Everything from the line containing "expect(verifyDigest(again.content).ok).toBe(true);" through the last line of the records must be returned verbatim, and nothing outside that range.
◇ ◇ ◇ ◇
async function submitted(relation: string, author: Actor = curator, rationale = 'Invented rationale.', revision = 1) {
	return createProposal(em(), author, relation, {
		fit: await fitFor(author, revision),
		title: unique('proposal'),
		rationale,
		embargoUntil: null,
		submit: true
	});
}

const refusalOf = async (work: Promise<unknown>) => {
	const error = await work.then(
		() => null,
		(e: unknown) => e
	);
	expect(error).toBeInstanceOf(RegistryError);
	return error as RegistryError;
};

describe('approvals and versions', () => {
	test('two proposals with the same base approved at the same moment: one version N+1, the other 409 stale-base', async () => {
		for (let round = 0; round < 3; round++) {
			const relation = await newRelation();
			const first = await submitted(relation);
			const second = await submitted(relation);
			// Separate EntityManagers, so the two approvals use separate connections and really overlap.
			const outcomes = await Promise.allSettled([
				reviewProposal(em(), reviewerA, first.id, 'approve', ''),
				reviewProposal(em(), reviewerB, second.id, 'approve', '')
			]);
			const fulfilled = outcomes.filter((outcome) => outcome.status === 'fulfilled');
			const rejected = outcomes.filter((outcome) => outcome.status === 'rejected');
			expect(fulfilled).toHaveLength(1);
			expect(rejected).toHaveLength(1);
			const refusal = (rejected[0] as PromiseRejectedResult).reason as RegistryError;
			expect(refusal).toMatchObject({ status: 409, code: 'stale-base' });
			expect(await em().count(RelationVersion, { relation: { slug: relation } })).toBe(1);
			const loserId = outcomes[0].status === 'rejected' ? first.id : second.id;
			const loser = await em().findOneOrFail(Proposal, loserId);
			expect(loser.state).toBe('in_review');
			expect(loser.approvals).toEqual([]);
			expect(loser.baseVersion).toBeNull();
		}
	});

	test('two reviewers approving one proposal at the same moment: both approvals count, no approval is lost', async () => {
		const relation = await newRelation({ approvals: 2 });
		const proposal = await submitted(relation);
		const outcomes = await Promise.all([
			reviewProposal(em(), reviewerA, proposal.id, 'approve', ''),
			reviewProposal(em(), reviewerB, proposal.id, 'approve', '')
		]);
		expect(outcomes.map((outcome) => outcome.versionNumber).sort()).toEqual([1, null]);
		const stored = await em().findOneOrFail(Proposal, proposal.id);
		expect(stored.state).toBe('approved');
		expect([...stored.approvals].sort()).toEqual([reviewerA.id, reviewerB.id].sort());
		const { version } = await findVersion(em(), reader, relation, 1);
		const content = version.content as unknown as RelationVersionContent;
		expect(content.approved_by.map((a) => a.name).sort()).toEqual(
			[reviewerA.displayName, reviewerB.displayName].sort()
		);
	});

	test('the loser rebases (approvals cleared, comparison against the new version) and becomes version 2', async () => {
		const relation = await newRelation();
		const first = await submitted(relation);
		const second = await submitted(relation, curator, 'Second rationale.', 2);
		await reviewProposal(em(), reviewerA, first.id, 'approve', '');
		expect((await refusalOf(reviewProposal(em(), reviewerB, second.id, 'approve', ''))).code).toBe('stale-base');
		expect((await getProposal(em(), reviewerB, second.id)).stale).toBe(true);
		await rebaseProposal(em(), curator, second.id);
		const view = await getProposal(em(), reviewerB, second.id);
		expect(view.proposal.baseVersion).toBe(1);
		expect(view.stale).toBe(false);
		expect(view.comparison.predictions.map((p) => p.logPeriod)).toEqual([0.5, 1, 1.5]);
		expect(view.calibrators?.changed.length).toBeGreaterThan(0);
		const outcome = await reviewProposal(em(), reviewerB, second.id, 'approve', '');
		expect(outcome.versionNumber).toBe(2);
		const { lifecycles } = await listVersions(em(), reader, relation);
		expect(lifecycles.map((l) => [l.number, l.status])).toEqual([
			[1, 'superseded'],
			[2, 'current']
		]);
	});

	test('a frozen version cannot be updated, deleted or truncated, even by the table owner', async () => {
		const relation = await newRelation();
		await reviewProposal(em(), reviewerA, (await submitted(relation)).id, 'approve', '');
		const ownerOrm = await openOwnerTestOrm();
		const connection = ownerOrm.em.getConnection();
		const [{ owner, me }] = await connection.execute(
			`select tableowner as owner, current_user as me from pg_tables where tablename = 'app_relation_version'`
		);
		expect(owner).toBe(me);
		const { version } = await findVersion(em(), reader, relation, 1);
		await expect(
			connection.execute(`update app_relation_version set content = '{}' where id = ?`, [version.id])
		).rejects.toThrow(/frozen: UPDATE is not allowed/);
		await expect(connection.execute(`delete from app_relation_version where id = ?`, [version.id])).rejects.toThrow(
			/frozen: DELETE is not allowed/
		);
		await expect(connection.execute(`truncate app_relation_version cascade`)).rejects.toThrow(
			/frozen: TRUNCATE is not allowed/
		);
		await ownerOrm.close(true);
		const again = await em().findOneOrFail(RelationVersion, version.id);
		expect(again.digest).toBe(version.digest);
		expect(verifyDigest(again.content).ok).toBe(true);
	});
});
◇ ◇ ◇ ◇
EXERCISE ANSWER.
		expect(verifyDigest(again.content).ok).toBe(true);
	});
});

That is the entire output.